Tom Goldman

Tom Goldman is NPR's sports correspondent. His reports can be heard throughout NPR's news programming, including Morning Edition and All Things Considered, and NPR.org.

With a beat covering the entire world of professional sports, both in and outside of the United States, Goldman reporting covers the broad spectrum of athletics from the people to the business of athletics.

During his more than 20 years with NPR, Goldman has covered every major athletic competition including the Super Bowl, the World Series, the NBA Finals, golf and tennis championships, and the Olympic Games.

His pieces are diverse and include both perspective and context. Goldman often explores people's motivations for doing what they do, whether it's solo sailing around the world or pursuing a gold medal. In his reporting, Goldman searches for the stories about the inspirational and relatable amateur and professional athletes.

Goldman contributed to NPR's 2009 Edward R. Murrow award for his coverage of the 2008 Beijing Olympics and to a 2010 Murrow award for contribution to a series on high school football, "Friday Night Lives." Earlier in his career, Goldman's piece about Native American basketball players earned a 2004 Dick Schaap Excellence in Sports Journalism Award from the Center for the Study of Sport in Society at Northeastern University and a 2004 Unity Award from the Radio-Television News Directors Association.

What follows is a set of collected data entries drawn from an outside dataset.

using CommunityLead.Api.Data;
using Microsoft.EntityFrameworkCore;

namespace CommunityLead.Api.Commands;

/// <summary>
/// backup FILE: SQLite's VACUUM INTO writes a consistent snapshot from one read transaction, so the
/// service can keep taking writes meanwhile. Restore by stopping the service and copying FILE back.
/// On PostgreSQL the server's own pg_dump does this job (deploy/README.md).
/// </summary>
internal sealed class BackupCommand(string[] args) : ICommand
{
    public async Task<int> RunAsync(IServiceProvider services, TextWriter output, TextWriter error)
    {
        if (args.Length != 1)
        {
            error.WriteLine("Use: backup FILE");
            return CommandLine.UsageError;
        }
        var target = Path.GetFullPath(args[0]);
        if (File.Exists(target))
        {
            error.WriteLine($"{target} already exists; choose a new file so no backup is overwritten.");
            return CommandLine.UsageError;
        }
        await using var scope = services.CreateAsyncScope();
        var db = scope.ServiceProvider.GetRequiredService<CommunityLeadDb>();
        if (!db.Database.IsSqlite())
        {
            error.WriteLine("backup copies a SQLite database. This service runs on PostgreSQL: use pg_dump (see deploy/README.md, \"Backups with PostgreSQL\").");
            return CommandLine.UsageError;
        }
        await db.Database.ExecuteSqlAsync($"VACUUM INTO {target}");
        output.WriteLine($"Backup written to {target}.");
        return 0;
    }
}
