using CommunityLead.Api.Auth;
using CommunityLead.Api.Data;
using CommunityLead.Api.Infrastructure;
using Microsoft.EntityFrameworkCore;

namespace CommunityLead.Api.Commands;

/// <summary>keys create --role R --label L: the key is printed once, as the last line of standard output.</summary>
internal sealed class KeysCreateCommand(string role, string label) : ICommand
{
    public Task<int> RunAsync(IServiceProvider services, TextWriter output, TextWriter error) =>
        KeyWork.RunAsync(services, error, async keys =>
        {
            var created = await keys.CreateAsync(role, label);
            output.WriteLine($"Key for '{created.Label}' ({created.Role}). It is shown only now; store it safely:");
            output.WriteLine(created.Key);
        });
}

/// <summary>keys list: labels, roles and dates, never a secret.</summary>
internal sealed class KeysListCommand : ICommand
{
    public async Task<int> RunAsync(IServiceProvider services, TextWriter output, TextWriter error)
    {
        await StorageSetup.MigrateAsync(services);
        await using var scope = services.CreateAsyncScope();
        var db = scope.ServiceProvider.GetRequiredService<CommunityLeadDb>();
        var rows = await db.ApiKeys.AsNoTracking().OrderBy(k => k.Id).ToListAsync();
        output.WriteLine($"{"label",-30} {"role",-12} {"created (UTC)",-20} revoked (UTC)");
        foreach (var k in rows)
            output.WriteLine($"{k.Label,-30} {k.Role,-12} {k.CreatedAtUtc:yyyy-MM-dd HH:mm}     {k.RevokedAtUtc?.ToString("yyyy-MM-dd HH:mm") ?? "-"}");
        return 0;
    }
}

/// <summary>keys revoke L</summary>
internal sealed class KeysRevokeCommand(string label) : ICommand
{
    public Task<int> RunAsync(IServiceProvider services, TextWriter output, TextWriter error) =>
        KeyWork.RunAsync(services, error, async keys =>
        {
            await keys.RevokeAsync(label);
            output.WriteLine($"Key '{label}' is revoked.");
        });
}

internal static class KeyWork
{
    /// <summary>A refusal of the key service (unknown role, label taken, no such key) is a usage error, said on standard error.</summary>
    public static async Task<int> RunAsync(IServiceProvider services, TextWriter error, Func<ApiKeyService, Task> work)
    {
        await StorageSetup.MigrateAsync(services);
        await using var scope = services.CreateAsyncScope();
        try
        {
            await work(scope.ServiceProvider.GetRequiredService<ApiKeyService>());
            return 0;
        }
        catch (KeyCommandException e)
        {
            error.WriteLine(e.Message);
            return CommandLine.UsageError;
        }
    }
}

In January 1990, Goldman came to NPR to work as an associate producer for sports with Morning Edition. For the next seven years he reported, edited and produced stories and programs. In June 1997, he became NPR's first full time sports correspondent.

For five years before NPR, Goldman worked as a news reporter and then news director in local public radio. In 1984, he spent a year living on an Israeli kibbutz. Two years prior he took his first professional job in radio in Anchorage, Alaska, at the Alaska Public Radio Network.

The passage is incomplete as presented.